(35) Because of the Lord’s great love we are not consumed, for his compassions never fail – Lamentations 3:22

The most vivid account of the final years of the nation Judah comes from the prophet Jeremiah who was an eye witness to the destruction of Jerusalem. The son of a priest, God called him to be his spokesman when he was a young man during the reign of the good king Josiah. When he was appointed God said that he would appoint him over nations, “to uproot and tear down, to destroy and overthrow, to build and to plant” (Jeremiah 1:10), the ratio of destructive to constructive words indicating that his message would be tough and uncompromising.

In an early word to Judah the Lord asks the people what they found wrong in him that caused them to abandon him as their God. It is a plea that sounds like a husband who has been betrayed by his wife. He has done so much good for them in bringing them to the land but they have substituted idols for the glory of having the Lord as their God. He sums up the two evils that the people have committed in a vivid picture. They have abandoned a spring of clear, pure, life-giving water and chosen to build a cistern – a small reservoir – that, at best, will hold dirty, polluted water and, at worst, will become cracked and broken, unable to hold any water at all (see Jeremiah 2:13). No family would chose to live by a cistern of water if they could live by a spring, so why would a nation choose to abandon their God in this way?

Another picture that comes from Jeremiah is the potter and the clay. The Lord told Jeremiah to go to the potter’s house where he watched the potter working at the wheel. Something went wrong with the vessel he was making so the potter reworked the clay into a different one. God gives Jeremiah a message for the people from this, telling him that just as the potter can reshape the clay in his hands so God can reshape the nations. But he is not arbitrary. His decisions to break nations down or to build them up are based on how the nations act, whether they do evil or turn away from it.

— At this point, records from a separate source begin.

// CurvePoints returns power against n (units per group, or blocks) for the
// answer's effect, for n from the smallest usable to about 2.5 times the
// answer's n, followed by one curve for each SD factor asked for (the same
// effect in response units with the SD multiplied by the factor, that is
// λ divided by its square), labelled with what it is ("SD 20% higher").
func CurvePoints(r Request, a Answer, sdFactors ...float64) ([]Series, error) {
	if err := r.normalise(); err != nil {
		return nil, err
	}
	d, err := r.design()
	if err != nil {
		return nil, err
	}
	if err := r.resolveControl(d); err != nil {
		return nil, err
	}
	sd, _, _, err := r.sd()
	if err != nil {
		return nil, err
	}
	eff, err := r.effect(d, sd)
	if err != nil {
		return nil, err
	}
	if r.Detect {
		eff.e, eff.d = Effect{F: a.Detectable}, a.Detectable
	}
	nmax := max(10, int(math.Ceil(2.5*float64(a.N))))
	step := max(1, nmax/200)
	powerAt := func(n int, k float64) float64 {
		switch r.Test {
		case TestT:
			return TwoGroups{Ratio: ratioT(r), Sides: r.Sides}.Evaluate(n, eff.d/k, r.Alpha).Power
		case TestControl, TestAllPairs, TestDunnett, TestPairsBonferroni:
			return Comparisons{Design: d, AllPair: r.Test == TestAllPairs || r.Test == TestPairsBonferroni, Control: r.Control - 1, Sides: r.Sides,
				Dunnett: r.Test == TestDunnett, Tukey: r.Test == TestAllPairs}.Evaluate(n, eff.d/k, r.Alpha).Power
		}
		e := eff.e
		if e.kind() == "f" {
			e.F /= k
		} else {
			e.SD *= k
		}
		return d.EvaluateEffect(n, e, r.Alpha).Power
	}
	label := func(k float64) string {
		if k == 1 {
			switch eff.kind {
			case "means":
				return fmt.Sprintf("means %s, SD %s (planned)", joinFloats(r.Means), trimSig(sd, 4))
			case "diff":
				return fmt.Sprintf("difference %s, SD %s (planned)", short(r.Diff), trimSig(sd, 4))
			case "detect":
				if a.DiffDetectable > 0 {
					return fmt.Sprintf("detectable difference %s, SD %s", trimSig(a.DiffDetectable, 4), trimSig(sd, 4))
				}
			}
			if r.Test == TestF {
				return fmt.Sprintf("Cohen's f = %s (planned)", trimSig(a.F, 3))
			}
			return fmt.Sprintf("d = %s (planned)", trimSig(a.D, 3))
		}
		pct := math.Round(100 * math.Abs(k-1))
		if k > 1 {
			return fmt.Sprintf("SD %g%% higher", pct)
		}
		return fmt.Sprintf("SD %g%% lower", pct)
	}
	var out []Series
	for _, k := range append([]float64{1}, sdFactors...) {
		s := Series{Label: label(k), SDFactor: k, Effect: a.F / k}
		if r.Test != TestF {
			s.Effect = a.D / k
		}
		for n := d.MinN(); n <= nmax; n += step {
			s.N = append(s.N, n)
			s.Power = append(s.Power, powerAt(n, k))
		}
		out = append(out, s)
	}
	return out, nil
}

Jeremiah, like the other prophets, suffered personally with the people he was prophesying to. God told him not to marry as the coming disaster on the nation would be dreadful for children, mothers and fathers. His calling was incompatible with normal family life. Unable to have a family, Jeremiah had few close friends and faced much hostility for his message. His book contains a number of personal ‘complaints’ against God for his lot. In one he accuses the Lord of deceiving him, curses the day he was born and says that he will no longer speak out, but then he acknowledges that he cannot hold God’s word in and has to continue with his calling (see Jeremiah 20:7-9,14).

Once the Babylonians came and besieged Jerusalem, Jeremiah’s message to King Zedekiah was that his best course of action was to surrender as they were sent by God. This would be equivalent to someone standing up in World War II and saying that Britain ought to surrender to the Germans as Hitler was God’s agent to bring judgement to Britain – not a way to win friends! Zedekiah imprisoned Jeremiah during the siege to prevent the people hearing his message.

On top of all this, Jeremiah loved his country and his people and yet lived to see his own city, Jerusalem, destroyed. There is a short book of five poems called Lamentations which follows Jeremiah in the Bible which describes the desolation of the city following its fall to the Babylonian army. The opening line sums up the horror that Jeremiah and others felt at what they saw: “How deserted lies the city, once so full of people!” (Lamentations 1:1) where the word translated ‘How’ expresses a mixture of shock and despair.

However, despite the desolation, even among the rubble of Jerusalem, Jeremiah was able to proclaim his faith saying, “Because of the Lord’s great love we are not consumed, for his compassions never fail. They are new every morning” (Lamentations 3:22-23), an incredible testimony to God’s ongoing faithfulness to his people whatever situation they find themselves in.